▼▼▼
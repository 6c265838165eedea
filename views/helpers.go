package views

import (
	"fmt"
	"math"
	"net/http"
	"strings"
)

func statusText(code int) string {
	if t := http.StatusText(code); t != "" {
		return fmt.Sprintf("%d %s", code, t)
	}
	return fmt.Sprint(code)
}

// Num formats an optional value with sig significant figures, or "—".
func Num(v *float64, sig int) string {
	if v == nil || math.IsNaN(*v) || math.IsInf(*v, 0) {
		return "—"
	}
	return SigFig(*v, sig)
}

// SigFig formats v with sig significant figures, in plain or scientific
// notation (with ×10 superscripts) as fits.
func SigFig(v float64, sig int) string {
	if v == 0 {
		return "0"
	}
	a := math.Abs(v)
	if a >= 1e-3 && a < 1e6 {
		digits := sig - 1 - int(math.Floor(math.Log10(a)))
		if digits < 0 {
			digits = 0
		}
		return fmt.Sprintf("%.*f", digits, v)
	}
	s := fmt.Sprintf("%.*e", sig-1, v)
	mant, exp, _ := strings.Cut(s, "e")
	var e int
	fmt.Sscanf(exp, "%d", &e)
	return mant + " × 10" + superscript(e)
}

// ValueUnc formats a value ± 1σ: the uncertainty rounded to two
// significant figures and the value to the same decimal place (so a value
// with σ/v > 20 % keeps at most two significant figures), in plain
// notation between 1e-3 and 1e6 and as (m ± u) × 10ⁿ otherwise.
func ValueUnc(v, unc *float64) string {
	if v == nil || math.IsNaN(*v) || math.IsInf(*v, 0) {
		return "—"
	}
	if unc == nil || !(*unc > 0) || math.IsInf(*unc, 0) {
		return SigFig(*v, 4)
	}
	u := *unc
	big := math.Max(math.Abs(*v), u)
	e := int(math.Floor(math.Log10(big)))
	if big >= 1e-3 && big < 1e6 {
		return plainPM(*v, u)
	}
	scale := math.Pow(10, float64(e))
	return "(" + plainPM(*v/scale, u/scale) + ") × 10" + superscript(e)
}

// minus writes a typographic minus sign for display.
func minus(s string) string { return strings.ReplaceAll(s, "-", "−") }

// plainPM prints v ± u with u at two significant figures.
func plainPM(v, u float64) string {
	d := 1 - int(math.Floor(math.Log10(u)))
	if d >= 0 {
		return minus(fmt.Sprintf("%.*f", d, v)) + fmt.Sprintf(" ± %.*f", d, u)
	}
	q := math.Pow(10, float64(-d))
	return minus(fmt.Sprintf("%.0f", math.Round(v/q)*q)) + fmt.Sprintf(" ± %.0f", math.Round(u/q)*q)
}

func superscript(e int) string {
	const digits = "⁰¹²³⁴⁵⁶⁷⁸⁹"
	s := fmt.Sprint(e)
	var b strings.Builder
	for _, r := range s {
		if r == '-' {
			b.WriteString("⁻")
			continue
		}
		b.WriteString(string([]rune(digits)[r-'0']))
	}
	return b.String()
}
▲▲▲
YOUR ASSIGNMENT: Go through the entries above, and wherever a line holds the word "WriteString", copy that line.

OUTPUT BELOW:
			b.WriteString("⁻")
		b.WriteString(string([]rune(digits)[r-'0']))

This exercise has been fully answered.